The new energy agenda undertakes the utilization of carbon dioxide, which is divided into three main areas: carbonation of minerals for the production of building materials, chemical conversion for the production of chemicals and fuels, and biological conversion for the production of chemicals and fuels. In addition, a well-established design for carbon footprint reduction in the energy sector involves a higher penetration of renewable energy resources. Large-scale minimization of carbon dioxide emissions requires fundamental breakthroughs in the development of technological processes and the creation of an economic system that promotes the practical implementation of the new agenda [5,6,7].

Solving these new tasks requires the involvement of interdisciplinary knowledge. In this regard, LCA is a generally accepted approach for qualitative and quantitative modeling of complex economic processes related to greenhouse gas emissions [8]. The stages of the LCA should be conducted with consideration of economic, social, and environmental factors, forming a systematic perspective on sustainability for the practical implementation of the new agenda [9,10]. Thus, the LCA system boundary determines which elements of the product life cycle are considered in this analysis. The system boundaries may encompass both the energy generation facility and the processes of carbon dioxide release associated with the production of the target product. This approach makes it possible to account for variations in CO₂ emissions and other factors, depending on the technologies associated with carbon-risk product markets. These models can be used as the basis for cost calculations that affect the goals and tools of technology improvement. GHG utilization is a relatively new technological challenge and is still in the early stages of implementation. Thus, the development of prototypes of both technologies and methods of their quantitative assessment for implementation in commercial markets is an urgent task. At the same time, LCA will help to optimize the sustainability performance of promising energy systems at an early stage of technological development. Such studies will enable the identification of key tasks required for the commercial-scale utilization of carbon [10,11]. In turn, the task class, the representative of which is the theme under discussion, has developed the concept and methods for assessing the sustainability of the product life cycle. This involves an assessment of the sustainability of the product life cycle—the resource stage, the production stage, the use stage, and the disposal stage. The functional structure of this concept is recognized as a system-level approach, and achieving progress among the activities contributes to improving their well-being, environmental safety, and economic efficiency [12].
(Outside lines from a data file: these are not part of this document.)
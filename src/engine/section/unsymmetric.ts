import { formatFor, type UnitSystemName } from '../quantity/index';
import { depthOf, type SectionDimensions, widthOf } from './dimensions';
import { outlineCorners } from './outline';
import { type SectionProperties, sectionProperties } from './properties';
import { flatten } from './rings';

/** What stands for I and W_el about the major axis where nothing holds a section sideways, m⁴ and m³. */
type FreeBending = { iMajor: number; wElMajor: number };

const CHORDS = 24; // of a rounded corner, as for W_pl

/**
 * Bending under a load along the web of a section that is free to move sideways: with D = I_y I_z − I_yz² it deflects down
 * as with D/I_z, and σ = M (I_z y − I_yz z)/D is greatest at a corner (Timoshenko, Strength of Materials, unsymmetrical
 * bending). Null where the axes are principal: it then bends as it does when it is held.
 */
export function freeBending(
  d: SectionDimensions,
  { iMinor, principal, centroid, centroidUp }: SectionProperties = sectionProperties(d),
): FreeBending | null {
  if (principal === null) return null;
  const product = (-(principal.iU - principal.iV) / 2) * Math.sin(2 * principal.angle);
  const both = principal.iU * principal.iV;
  const stresses = outlineCorners(d)
    .flatMap((ring) => flatten(ring, CHORDS))
    .map(({ y, z }) => Math.abs(iMinor * (y - centroidUp) - product * (z - centroid)));
  return { iMajor: both / iMinor, wElMajor: both / Math.max(...stresses) };
}

/** Beyond this share of the width a shear centre off the centroid twists what is loaded through its web. */
const OFF_CENTRE = 0.01;

/**
 * What the elastic checks take for granted of a section and a designer must see to: how it bends where it is not held
 * sideways, and that a load beside the shear centre twists it. Empty of a section with two axes of symmetry.
 */
export function sectionCautions(d: SectionDimensions, system: UnitSystemName): string[] {
  const found = sectionProperties(d);
  const free = freeBending(d, found);
  const second = (value: number) => formatFor(value, 'second_moment', system);
  const modulus = (value: number) => formatFor(value, 'section_modulus', system);
  const cautions: string[] = [];
  if (free)
    cautions.push(
      `Neither axis is one of symmetry. The checks take it to be held sideways, so that it bends about its major axis. Free to move sideways it bends as with I = ${second(free.iMajor)} and W_{el} = ${modulus(free.wElMajor)}, in place of ${second(found.iMajor)} and ${modulus(found.wElMajor)}.`,
    );
  if (d.shape === 'angle')
    cautions.push('A load that does not pass where the legs meet twists it. Torsion is not checked.');
  else if (Math.abs(found.shearCentre - found.centroid) > OFF_CENTRE * widthOf(d))
    cautions.push(
      `Its shear centre lies ${formatFor(-found.shearCentre, 'section_size', system)} outside the back of its web: a load through the web twists it unless it is held against that. Torsion is not checked.`,
    );
  else if (d.shape === 'outline' && isLopsided(d, found))
    cautions.push(
      'Its shear centre is not found: a load that does not pass through it twists the section. Torsion is not checked.',
    );
  return cautions;
}

/** Not the same to the left and to the right: the shear centre then need not stand over the centroid. */
const isLopsided = (d: SectionDimensions, { centroid }: SectionProperties): boolean =>
  Math.abs(2 * centroid - widthOf(d)) > OFF_CENTRE * Math.max(widthOf(d), depthOf(d));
The use of market instruments will contribute to the efficient allocation of resources in many areas of the functioning of promising energy systems [13]. In this context, MED models and methods play a crucial role in ensuring energy security and supporting the transition toward a more sustainable energy supply within economic systems under the new agenda. Engineering design and market engineering are closely related concepts. Today, market design is considered as an object or as an activity. Market design is a tool for creating an effective market. Our interpretation of MED combines the design and organization of economic facilities, where the supply and demand of economic products (goods, services, technologies) are realized and can be bought and sold [14].

The complexity of the energy sector and its high importance for a competitive economy require the use of models and practical calculation schemes that can provide an adequate picture of the new economic systems being created [15]. Such tools serve as valuable engineering software for the analysis and design of emerging market systems [16,17]. Thus, applied market models form the basis of engineering design for evaluating conclusions in solving complex organizational and technological problems. Thus, one of the key theoretical tasks in market modeling is the optimal mechanism for allocating resources for existing commercial activities [18,19].

An increasing number of companies identify inclusion in the Dow Jones Sustainability Indices as a corporate objective. These companies publicly endorse their approach to addressing sustainable and proactive long-term opportunities. Such practices also make these companies more attractive to investors. This activity creates vibrant competition among companies for index membership. Each year, over 3000 publicly traded companies, including about 800 companies in emerging markets, are invited to participate in the Corporate Sustainability Assessment. Given the potential of exchanges to contribute to economic development, it is important not only to enhance the understanding of their role and functioning, but also to foster environments that support the development of well-functioning exchanges aligned with sustainability objectives [20]. Based on the above, the ‘innovative stock-exchange process’ is considered here as an iterative approximation with distributed calculations toward market equilibrium, incorporating sustainability criteria.

Currently, much attention is being paid to the problem of GHG emission reduction in developing countries. Research and development cooperation promotes the integration of external knowledge, facilitates information exchange, and fosters regional innovation and development. At the same time, technological innovations can encourage enterprises to abandon backward processes, use energy-saving technologies, form an environmentally friendly production chain, and reduce the intensity of carbon emissions. However, most of the literature on carbon dioxide emissions is devoted to individual countries. In developing countries, research on the relationship between economics, science, technology, and carbon dioxide emissions remains uncertain. Therefore, the choice of technological innovation and economic growth as the main variables of the study has important theoretical and practical significance [21].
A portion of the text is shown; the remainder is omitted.